Task item:
Only a number is wanted here. Tally the lines of the data that contain "passing".

Material for the task:
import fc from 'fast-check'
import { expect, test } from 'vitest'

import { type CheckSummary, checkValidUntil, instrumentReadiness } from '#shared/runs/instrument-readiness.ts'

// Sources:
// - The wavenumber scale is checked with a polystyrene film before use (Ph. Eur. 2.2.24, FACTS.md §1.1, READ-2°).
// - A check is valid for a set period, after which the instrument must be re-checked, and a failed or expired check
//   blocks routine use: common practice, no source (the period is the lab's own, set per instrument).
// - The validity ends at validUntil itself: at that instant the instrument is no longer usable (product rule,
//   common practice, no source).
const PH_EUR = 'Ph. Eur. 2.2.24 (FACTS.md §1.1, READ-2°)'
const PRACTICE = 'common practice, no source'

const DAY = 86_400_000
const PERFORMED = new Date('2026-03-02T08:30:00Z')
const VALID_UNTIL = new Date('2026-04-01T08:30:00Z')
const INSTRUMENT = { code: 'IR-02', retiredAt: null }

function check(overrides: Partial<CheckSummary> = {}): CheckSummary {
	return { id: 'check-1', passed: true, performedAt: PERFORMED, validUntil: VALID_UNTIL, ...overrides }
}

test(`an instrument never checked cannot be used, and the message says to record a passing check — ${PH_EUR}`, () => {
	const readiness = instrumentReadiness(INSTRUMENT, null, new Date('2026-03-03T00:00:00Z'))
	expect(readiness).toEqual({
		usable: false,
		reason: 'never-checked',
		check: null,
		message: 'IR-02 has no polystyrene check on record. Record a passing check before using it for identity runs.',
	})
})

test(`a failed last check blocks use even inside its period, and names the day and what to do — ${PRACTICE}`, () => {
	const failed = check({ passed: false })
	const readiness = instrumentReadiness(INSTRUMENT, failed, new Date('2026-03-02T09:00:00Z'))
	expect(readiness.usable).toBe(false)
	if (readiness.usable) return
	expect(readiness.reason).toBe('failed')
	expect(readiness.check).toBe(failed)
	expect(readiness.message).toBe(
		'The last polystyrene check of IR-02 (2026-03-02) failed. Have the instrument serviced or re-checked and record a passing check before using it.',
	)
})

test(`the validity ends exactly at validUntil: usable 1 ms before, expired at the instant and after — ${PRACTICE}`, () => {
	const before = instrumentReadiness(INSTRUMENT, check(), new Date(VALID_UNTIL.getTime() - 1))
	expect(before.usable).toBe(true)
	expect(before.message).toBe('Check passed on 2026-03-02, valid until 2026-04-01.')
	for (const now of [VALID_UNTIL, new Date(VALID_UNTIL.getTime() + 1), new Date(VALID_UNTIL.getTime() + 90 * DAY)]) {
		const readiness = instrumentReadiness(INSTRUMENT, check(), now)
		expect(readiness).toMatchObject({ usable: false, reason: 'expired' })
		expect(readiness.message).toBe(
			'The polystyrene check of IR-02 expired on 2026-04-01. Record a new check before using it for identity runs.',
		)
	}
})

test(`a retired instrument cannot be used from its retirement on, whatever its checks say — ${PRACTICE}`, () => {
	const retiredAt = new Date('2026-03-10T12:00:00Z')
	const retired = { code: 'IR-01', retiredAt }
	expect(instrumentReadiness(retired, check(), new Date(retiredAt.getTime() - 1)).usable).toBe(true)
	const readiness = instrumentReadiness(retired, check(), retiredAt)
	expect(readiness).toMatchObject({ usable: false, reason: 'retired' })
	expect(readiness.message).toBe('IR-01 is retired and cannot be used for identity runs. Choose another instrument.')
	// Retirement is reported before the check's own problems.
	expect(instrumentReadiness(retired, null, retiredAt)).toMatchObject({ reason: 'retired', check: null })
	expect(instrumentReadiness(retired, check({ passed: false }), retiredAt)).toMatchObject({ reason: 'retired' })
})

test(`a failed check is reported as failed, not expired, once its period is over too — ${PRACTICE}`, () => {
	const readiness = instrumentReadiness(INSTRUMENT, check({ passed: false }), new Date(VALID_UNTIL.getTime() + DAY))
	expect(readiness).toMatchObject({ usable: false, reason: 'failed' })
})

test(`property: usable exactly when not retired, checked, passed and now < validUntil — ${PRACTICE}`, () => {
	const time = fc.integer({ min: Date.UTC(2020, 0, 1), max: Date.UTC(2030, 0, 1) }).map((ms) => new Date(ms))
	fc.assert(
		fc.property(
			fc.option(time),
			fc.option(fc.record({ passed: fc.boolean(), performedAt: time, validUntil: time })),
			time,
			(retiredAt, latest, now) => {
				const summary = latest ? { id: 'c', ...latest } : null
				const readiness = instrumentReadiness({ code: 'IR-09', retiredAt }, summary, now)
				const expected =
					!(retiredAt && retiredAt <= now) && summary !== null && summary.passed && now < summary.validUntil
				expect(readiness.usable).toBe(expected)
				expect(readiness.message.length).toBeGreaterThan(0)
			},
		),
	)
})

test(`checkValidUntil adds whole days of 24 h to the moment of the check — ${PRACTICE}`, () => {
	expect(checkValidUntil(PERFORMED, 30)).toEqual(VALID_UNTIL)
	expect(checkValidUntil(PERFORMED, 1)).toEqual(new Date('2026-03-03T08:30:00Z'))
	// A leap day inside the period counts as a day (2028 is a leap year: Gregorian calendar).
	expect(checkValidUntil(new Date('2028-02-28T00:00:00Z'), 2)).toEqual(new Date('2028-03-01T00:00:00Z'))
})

Solution for this problem:
3